Ripley
vsTallboy


Two short-travel trail bikes moving in opposite directions.
The Ripley V5 bulks up on a shared Ripmo chassis. The Tallboy V5 stays the poppy, stiff precision tool it has always been.
Ripley
- More travel — 140/130 mm front and rear, 10 mm more than the Tallboy on both ends.
- Slacker, more planted at 64.9-degree head angle and a 12 mm longer wheelbase at the compared size.
- Upgradeable to Ripmo — the shared front triangle and swingarm mean a shock, fork, and linkage swap converts it to a 160 mm bike.
- Fox 34 fork can feel flexy for bigger or more aggressive riders; some reviewers wanted a Fox 36.
- Slightly heavier and less 'zippy' than the V4 on smoother climbs.
Tallboy
- Stiffer chassis — size-specific carbon layup and a 'steroidally hench' frame that stays locked under hard cornering.
- Pops and pumps better — refined VPP kinematics slingshot through berms and generate free speed on undulating trail.
- Lifetime support — frame warranty plus free bearings and a Reserve-wheel lifetime warranty on RSV builds.
- SRAM Level brakes on mid-to-high builds are widely criticized as underpowered for the bike's downhill ambitions.
- Less travel (120 mm rear) means more feedback through the bars on big hits; precise lines matter more.
Editor’s analysis
Both claim the 'downhiller's XC' mantle — but one got there by borrowing an enduro frame, and the other by refining the same idea for a fifth straight generation.
On paper the Ibis Ripley and Santa Cruz Tallboy look like near-twins.

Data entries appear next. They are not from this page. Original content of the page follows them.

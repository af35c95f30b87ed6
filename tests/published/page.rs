//! Page's test against published examples, tables and reference values.

use risefall::method::{Outcome, Refusal};
use risefall::null_distribution::rank_products::sum_of_products;
use serde_json::{Value, json};

use crate::reference::{ask, close, fact, file, oracle, published};

/// Rows are blocks here and columns are moments, so the range is turned: one row a moment, one column a block.
fn judge(blocks: &Value, extra: Value) -> Result<Outcome, Refusal> {
    let blocks: Vec<&Vec<Value>> = blocks.as_array().unwrap().iter().map(|block| block.as_array().unwrap()).collect();
    let range: Vec<Vec<Value>> =
        (0..blocks[0].len()).map(|moment| blocks.iter().map(|block| block[moment].clone()).collect()).collect();
    let mut body = json!({ "readings": range });
    body.as_object_mut().unwrap().extend(extra.as_object().unwrap().clone());
    ask("page", body).1
}

fn check(case: &Value, expected: &Value) {
    let id = case["id"].as_str().unwrap();
    let exact = judge(&case["data"], json!({ "p_by": "exact", "seek": "rising" })).unwrap();
    close(exact.statistic.value, &expected["L"], 0.0, id);
    close(fact(&exact, "blocks"), &expected["blocks"], 0.0, id);
    close(fact(&exact, "moments"), &expected["treatments"], 0.0, id);
    close(fact(&exact, "expected"), &expected["mean"], 0.0, id);
    close(fact(&exact, "variance"), &expected["var_ties"], 1e-12, id);
    close(exact.p.value, &expected["p_exact_conditional_on_ties"], 1e-11, id);
    let plain = judge(&case["data"], json!({ "p_by": "normal", "continuity": false, "seek": "rising" })).unwrap();
    close(fact(&plain, "z"), &expected["z"], 1e-11, id);
    close(plain.p.value, &expected["p_increasing"], 1e-9, id);
    let ignored = json!({ "p_by": "normal", "continuity": false, "ties": "ignored", "seek": "rising" });
    let ignored = judge(&case["data"], ignored).unwrap();
    close(fact(&ignored, "variance"), &expected["var_no_ties"], 1e-12, id);
    close(fact(&ignored, "z"), &expected["z_no_tie_correction"], 1e-11, id);
    close(ignored.p.value, &expected["p_increasing_no_tie_correction"], 1e-9, id);
    if !expected["scipy_exact_untied_null"].is_null() {
        let untied = judge(&case["data"], json!({ "ties": "ignored", "seek": "rising" })).unwrap();
        close(untied.p.value, &expected["scipy_exact_untied_null"], 1e-11, id);
    }
}

/// SciPy's documentation of `page_trend_test`: ten students, three teaching methods.
///
/// The documented exact p, 0.00182, takes the null distribution of ranks without ties (`ties=ignored`); conditional on the
/// ties that there are it is 0.00038.
#[test]
fn teaching_methods() {
    let case = published("page_L", "scipy_doc_page");
    check(&case, &case["recomputed"]);
    let untied = judge(&case["data"], json!({ "ties": "ignored", "seek": "rising" })).unwrap();
    close(untied.statistic.value, &case["published"]["L"], 0.0, "L");
    close(untied.p.value, &case["published"]["p_exact_untied_null"], 1e-11, "exact p as documented");
    let normal = json!({ "ties": "ignored", "seek": "rising", "p_by": "normal", "continuity": false });
    let normal = judge(&case["data"], normal).unwrap();
    close(normal.p.value, &case["published"]["p_normal_no_tie_correction"], 1e-9, "normal p as documented");
}

/// Reference values by enumeration; SciPy's `page_trend_test` agrees where there are no ties.
#[test]
fn reference_values() {
    let cases = oracle("page_L");
    for case in &cases {
        check(case, &case["expected"]);
    }
    assert!(cases.len() >= 4);
}

/// Page's table of critical values, verified by exact convolution.
#[test]
fn table_of_critical_values() {
    let table = file("tables.json")["page_L_critical"].clone();
    let mut checked = 0;
    for (size, row) in table["table"].as_object().unwrap() {
        let numbers: Vec<u32> = size.split(['=', ',']).filter_map(|part| part.parse().ok()).collect();
        let (k, n) = (numbers[0], numbers[1]);
        let null = sum_of_products(&vec![(1..=k).collect(); n as usize]);
        for (risk, critical) in row.as_object().unwrap() {
            let risk: f64 = risk.parse().unwrap();
            let least = (null.lowest()..=null.highest()).find(|&l| null.tails(l).upper <= risk);
            assert_eq!(least, critical.as_i64(), "{size}, {risk}");
            checked += 1;
        }
    }
    assert!(checked > 100, "only {checked} entries of the table were checked");
    for (n, printed) in table["printed_from_memory_k3_005"].as_object().unwrap() {
        assert_eq!(&table["table"][format!("k=3,n={n}")]["0.05"], printed);
    }
}

/// Long lists with block labels, in any order of blocks, give the same as a range.
#[test]
fn long_lists_are_the_same_as_ranges() {
    let range = judge(&json!([[1.5, 2.5, 2.0, 4.0], [3.1, 2.9, 3.5, 3.6], [0.2, 0.4, 0.9, 0.7]]), json!({})).unwrap();
    let list = json!({
        "readings": [1.5, 2.5, 2.0, 4.0, 3.1, 2.9, 3.5, 3.6, 0.2, 0.4, 0.9, 0.7],
        "moments": [2001, 2002, 2003, 2004, 2001, 2002, 2003, 2004, 2001, 2002, 2003, 2004],
        "blocks": ["a", "a", "a", "a", "b", "b", "b", "b", "c", "c", "c", "c"],
    });
    let listed = ask("page", list).1.unwrap();
    assert_eq!((range.p, range.statistic), (listed.p, listed.statistic));
}

/// Mean correlation and its interval, from Spearman correlations worked out block by block and SciPy's t quantile.
#[test]
fn mean_correlation() {
    let outcome = judge(&json!([[1, 2, 3, 4], [2, 1, 4, 3], [1, 3, 2, 4]]), json!({})).unwrap();
    let correlations = [1.0, 0.6, 0.8];
    let mean = 0.8;
    let error = (correlations.iter().map(|c: &f64| (c - mean).powi(2)).sum::<f64>() / 2.0 / 3.0).sqrt();
    close(fact(&outcome, "correlation"), &json!(mean), 1e-12, "mean");
    close(fact(&outcome, "correlation_low"), &json!(mean - 4.302652729696142 * error), 1e-8, "lower limit");
    close(fact(&outcome, "correlation_high"), &json!(1.0), 0.0, "the upper limit is cut off at 1");
}

#[test]
fn refusals() {
    let refuse = |body: Value| ask("page", body).1.unwrap_err().to_string();
    assert!(refuse(json!({ "readings": [1, 2, 3] })).contains("in no blocks"));
    assert!(refuse(json!({ "readings": [[1, null], [null, 2]] })).contains("none of the 2 blocks"));
    assert!(refuse(json!({ "readings": [[1, 2], [1, 2]] })).contains("all 2 comparisons are ties"));
    let wide: Vec<Vec<u32>> = (0..40_u32).map(|moment| (0..5).map(|block| moment * 7 % 41 + block).collect()).collect();
    assert!(refuse(json!({ "readings": wide, "p_by": "exact" })).contains("at most 500000000"));
}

Both are carbon, 29er, short-travel trail bikes with steep seat tubes, size-specific chainstays, and internal downtube storage. Both land between $4,800 and $11,400. Both are consistently described by reviewers as capable of punching well above their travel numbers. The interesting part is how differently they get there.
The Ripley V5 is the larger bike in every dimension that matters. It carries 140 mm up front and 130 mm out back — 10 mm more suspension than the Tallboy at each end — and its front triangle and swingarm are literally shared with the 160 mm-travel Ripmo. Head angle is 64.9 degrees, almost a full degree slacker than the Tallboy's 65.7. Wheelbase on the compared sizes is 12 mm longer. The DW-link suspension is tuned soft off the top and firm through the middle, which reviewers describe as plush on repeated hits but still poppy for jumps.

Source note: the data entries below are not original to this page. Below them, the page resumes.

//! The Mann-Kendall test against published examples and tables, enumeration and high-precision arithmetic.

use risefall::null_distribution::ordered_table::rises_less_falls;
use serde_json::{Value, json};

use crate::reference::{ask, close, data, fact, file, oracle, published};

fn body(readings: Value, extra: Value) -> Value {
    let mut body = json!({ "readings": readings });
    body.as_object_mut().unwrap().extend(extra.as_object().unwrap().clone());
    body
}

/// Enumeration, dynamic programming and 50-digit arithmetic; cross-checked with SciPy and R as the file says.
#[test]
fn reference_values() {
    let mut checked = 0;
    for case in oracle("mann_kendall") {
        let id = case["id"].as_str().unwrap();
        let expected = &case["expected"];
        if expected["n"].as_u64() < Some(2) || expected["varS"] == 0.0 {
            assert!(ask("mann-kendall", body(data(&case), json!({}))).1.is_err(), "{id}");
            continue;
        }
        let outcome = |extra: Value| ask("mann-kendall", body(data(&case), extra)).1.unwrap();
        let best = outcome(json!({}));
        close(fact(&best, "s"), &expected["S"], 0.0, id);
        close(fact(&best, "variance"), &expected["varS"], 1e-13, id);
        close(fact(&best, "tau"), &expected["tau_b"], 1e-13, id);
        let normal = outcome(json!({ "p_by": "normal" }));
        close(fact(&normal, "z"), &expected["z_cc"], 1e-12, id);
        close(normal.p.value, &expected["p_two_cc"], 1e-9, id);
        let plain = outcome(json!({ "p_by": "normal", "continuity": false }));
        if !expected["p_two_nocc"].is_null() {
            close(plain.p.value, &expected["p_two_nocc"], 1e-9, id);
        }
        if !expected["p_exact_two"].is_null() {
            assert_eq!(best.p.by.to_string(), "exact", "{id}");
            close(best.p.value, &expected["p_exact_two"], 1e-11, id);
            close(fact(&best, "p_rising"), &expected["p_exact_increasing"], 1e-11, id);
            close(fact(&best, "p_falling"), &expected["p_exact_decreasing"], 1e-11, id);
            checked += 1;
        }
    }
    assert!(checked >= 12, "only {checked} exact reference values were found");
}

/// US EPA QA/G-9 (2000), section 4.3.4: five readings with S = 6 have p = 0.117.
#[test]
fn a_small_published_example() {
    let case = published("mann_kendall", "epa_g9_mk_small");
    let outcome = ask("mann-kendall", body(data(&case), json!({ "seek": "rising" }))).1.unwrap();
    close(fact(&outcome, "s"), &case["published"]["S"], 0.0, "S");
    assert_eq!(format!("{:.3}", outcome.p.value), "0.117");
}

/// Hollander and Wolfe's tuna: lightness in the order of quality. They print z without continuity correction.
#[test]
fn a_published_example_without_continuity_correction() {
    let case = published("kendall", "hollander_wolfe_tuna");
    let list = |key: &str| -> Vec<f64> { case["data"][key].as_array().unwrap().iter().map(|x| x.as_f64().unwrap()).collect() };
    let mut pairs: Vec<(f64, f64)> = list("x").into_iter().zip(list("y")).collect();
    pairs.sort_by(|a, b| a.0.total_cmp(&b.0));
    let readings: Vec<f64> = pairs.iter().map(|pair| pair.1).collect();
    let plain = ask("mann-kendall", body(json!(readings), json!({ "p_by": "normal", "continuity": false }))).1.unwrap();
    assert_eq!(format!("{:.7}", fact(&plain, "tau")), "0.4444444");
    assert_eq!(format!("{:.4}", fact(&plain, "z")), "1.6681");
    assert_eq!(format!("{:.4}", plain.p.value), "0.0953");
    let exact = ask("mann-kendall", body(json!(readings), json!({}))).1.unwrap();
    close(exact.p.value, &case["recomputed"]["p_exact_two"], 1e-12, "exact p");
}

/// P(S >= s) for readings without ties, to the last digit of each entry.
#[test]
fn table_of_tails() {
    let table = file("tables.json")["kendall_S_upper_tail"]["table"].clone();
    let mut checked = 0;
    for (n, row) in table.as_object().unwrap() {
        let n: usize = n.parse().unwrap();
        let null = rises_less_falls(&vec![1; n], &vec![1; n]);
        for (s, entry) in row.as_object().unwrap() {
            let p = if entry.is_object() { &entry["p"] } else { entry };
            close(null.tails(s.parse().unwrap()).upper, p, 1e-12, &format!("n {n}, S {s}"));
            checked += 1;
        }
    }
    assert!(checked > 100, "only {checked} entries of the table were checked");
}

/// Hamed and Rao's corrected variance: ranks of the readings less the median slope, all lags or the first ones, all or only
/// those that exceed chance.
#[test]
fn variance_corrected_for_dependence() {
    let mut checked = 0;
    for case in file("kendall_autocorrelation_adjusted.json")["oracle"].as_array().unwrap() {
        let id = case["id"].as_str().unwrap();
        for (variant, expected) in case["expected"].as_object().unwrap() {
            let Some(rest) = variant.strip_prefix("ranks_of_detrended/lags_") else { continue };
            let (lags, significance) = rest.split_once("/significant_").unwrap();
            let lags = lags.parse().unwrap_or(0);
            let extra = json!({ "dependence": "variance", "lags": lags, "all_lags": significance == "None" });
            let outcome = ask("mann-kendall", body(data(case), extra)).1.unwrap();
            let what = format!("{id} {variant}");
            close(fact(&outcome, "correction"), &expected["correction"], 1e-10, &what);
            close(fact(&outcome, "variance_corrected"), &expected["var_corrected"], 1e-10, &what);
            close(outcome.p.value, &expected["p_two_cc"], 1e-9, &what);
            checked += 1;
        }
    }
    assert!(checked >= 12, "only {checked} corrected variances were checked");
}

The Tallboy V5 is the stiffer, sharper, more precise instrument. Santa Cruz's lower-link VPP was refined, not overhauled: a lower starting leverage ratio and reduced anti-squat make the 120 mm feel bottomless and supple, but the 'steroidally hench' carbon chassis keeps the frame locked up under hard cornering. Reviewers at Bike Perfect and PinkBike describe it as a bike that slingshots through berms and pumps rollers for free speed — but one that demands a precise hand when you point it down something rough.
Put another way: the Ibis Ripley is the bike you buy when you want one trail bike that can be talked into Ripmo territory later. The Santa Cruz Tallboy is the bike you buy when you already own a long-travel rig and want a stiff, surgical short-travel partner for days you want to pedal.
Where the builds differ.
Comparing our editor's-pick builds side-by-side. Winners highlighted row-by-row — lower price and weight, and the better-spec component, each mark a point.
Build variants & pricing
Both platforms run from roughly $4,800 entry to $10k-plus flagships. The Tallboy's entry 'R' is slightly cheaper; the Tallboy's top 'XX AXS RSV' is roughly $1,400 more than the Ripley's flagship XTR.

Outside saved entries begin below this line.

//! Spearman's test against tables and enumeration.

use risefall::null_distribution::Lattice;
use risefall::null_distribution::rank_products::sum_of_products;
use serde_json::{Value, json};

use crate::reference::{ask, close, data, fact, file, oracle};

fn body(case: &Value, extra: Value) -> Value {
    let mut body = json!({ "readings": data(case) });
    body.as_object_mut().unwrap().extend(extra.as_object().unwrap().clone());
    body
}

/// Reference values by enumeration and high-precision arithmetic; `made_by` in the file says with what they were cross-checked.
#[test]
fn reference_values() {
    let mut checked = 0;
    for case in oracle("spearman") {
        let id = case["id"].as_str().unwrap();
        let expected = &case["expected"];
        let outcome = |p_by: &str| ask("spearman", body(&case, json!({ "p_by": p_by }))).1.unwrap();
        let best = outcome("best");
        for (key, name) in [("rho", "rho"), ("squared_differences", "D"), ("t", "t"), ("z", "z")] {
            close(fact(&best, key), &expected[name], 1e-12, &format!("{id} {key}"));
        }
        if expected["p_exact_two"].is_null() {
            assert_eq!(best.p.by.to_string(), "Student's t", "{id}");
            assert_eq!(ask("spearman", body(&case, json!({ "p_by": "exact" }))).1.unwrap_err().code(), "beyond-exact");
        } else {
            close(fact(&best, "p_rising"), &expected["p_exact_increasing"], 1e-11, id);
            close(fact(&best, "p_falling"), &expected["p_exact_decreasing"], 1e-11, id);
            close(best.p.value, &expected["p_exact_two"], 1e-11, id);
        }
        let (t, z) = (outcome("t"), outcome("normal"));
        close(t.p.value, &expected["p_two_t"], 1e-9, id);
        close(z.p.value, &expected["p_two_z"], 1e-9, id);
        close(fact(&t, "p_rising"), &expected["p_increasing_t"], 1e-9, id);
        checked += 1;
    }
    assert!(checked >= 7, "only {checked} reference values were found");
}

fn untied(n: u32) -> Lattice {
    sum_of_products(&[(1..=n).map(|rank| 2 * rank).collect()])
}

/// The sum of place times doubled rank that belongs to a sum D of squared differences.
fn product_sum(n: i64, d: i64) -> i64 {
    n * (n + 1) * (2 * n + 1) / 3 - d
}

/// P(D <= d) for 3 to 9 readings, by enumeration of all permutations.
#[test]
fn table_of_tails() {
    let table = file("tables.json")["spearman_upper_tail"]["table"].clone();
    let mut checked = 0;
    for (n, row) in table.as_object().unwrap() {
        let n: u32 = n.parse().unwrap();
        let null = untied(n);
        for (d, entry) in row.as_object().unwrap() {
            let value = product_sum(n.into(), d.parse().unwrap());
            close(null.tails(value).upper, &entry["p"], 1e-12, &format!("n {n}, D {d}"));
            checked += 1;
        }
    }
    assert!(checked > 100, "only {checked} entries of the table were checked");
}

/// Critical values of rho for 3 to 14 readings (J. H. Zar, *Biostatistical Analysis*, appendix B), verified by enumeration.
#[test]
fn critical_values() {
    let table = file("tables.json")["spearman_critical"]["table"].clone();
    let mut checked = 0;
    for (n, row) in table.as_object().unwrap() {
        let n: u32 = n.parse().unwrap();
        let null = untied(n);
        for (risk, entry) in row.as_object().unwrap() {
            let risk: f64 = risk.parse().unwrap();
            let d = entry["D"].as_i64().unwrap();
            let upper = |d: i64| null.tails(product_sum(n.into(), d)).upper;
            close(upper(d), &entry["p"], 1e-11, &format!("n {n}, risk {risk}"));
            assert!(upper(d) <= risk * (1.0 + 1e-14) && upper(d + 2) > risk, "n {n}, risk {risk}: D {d} is the largest");
            checked += 1;
        }
    }
    assert!(checked > 45, "only {checked} entries of the table were checked");
}

/// A seeded permutation test agrees with the exact p within its stated error.
#[test]
fn permutation_agrees_with_exact() {
    let readings = [3.1, 2.9, 3.4, 3.3, 3.0, 3.6, 3.6, 3.2, 3.7, 3.5, 3.4];
    let p = |p_by: &str| {
        let (_, outcome) = ask("spearman", json!({ "readings": readings, "p_by": p_by, "seek": "rising", "draws": 100_000 }));
        outcome.unwrap()
    };
    let (exact, drawn) = (p("exact"), p("permutation"));
    assert_eq!(drawn.p.by.to_string(), "seeded permutation");
    assert!((exact.p.value - drawn.p.value).abs() < 4.0 * fact(&drawn, "p_error"));
    assert_eq!(drawn.p, p("permutation").p, "the same seed gives the same p");
}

Prices are current US MSRP. Editor's picks are tier-matched at GX AXS Transmission — the Ripley GX Transmission at $7,249 and the Tallboy GX AXS at $7,149 sit within $100 of each other, both on lower-tier carbon frames (Ibis frame, Tallboy C). The Ripley uses a Fox 36 fork at this tier; the Tallboy uses a Fox 34.
How they fit, how they steer.
Ripley MD vs Tallboy m share the same 619 mm stack. The Ripley runs 5 mm more reach (460 vs 455), a nearly 1-degree slacker head angle (64.9 vs 65.7), a 3 mm longer chainstay, and a 12 mm longer wheelbase — more planted; the Tallboy is the tighter, quicker-steering bike.
Which size should I buy?
Size recommendations use stack, reach, and effective top tube. The Tallboy offers six sizes (XS–XXL); the Ripley adds an Extra-Medium (XM) to bridge the gap between MD and LG.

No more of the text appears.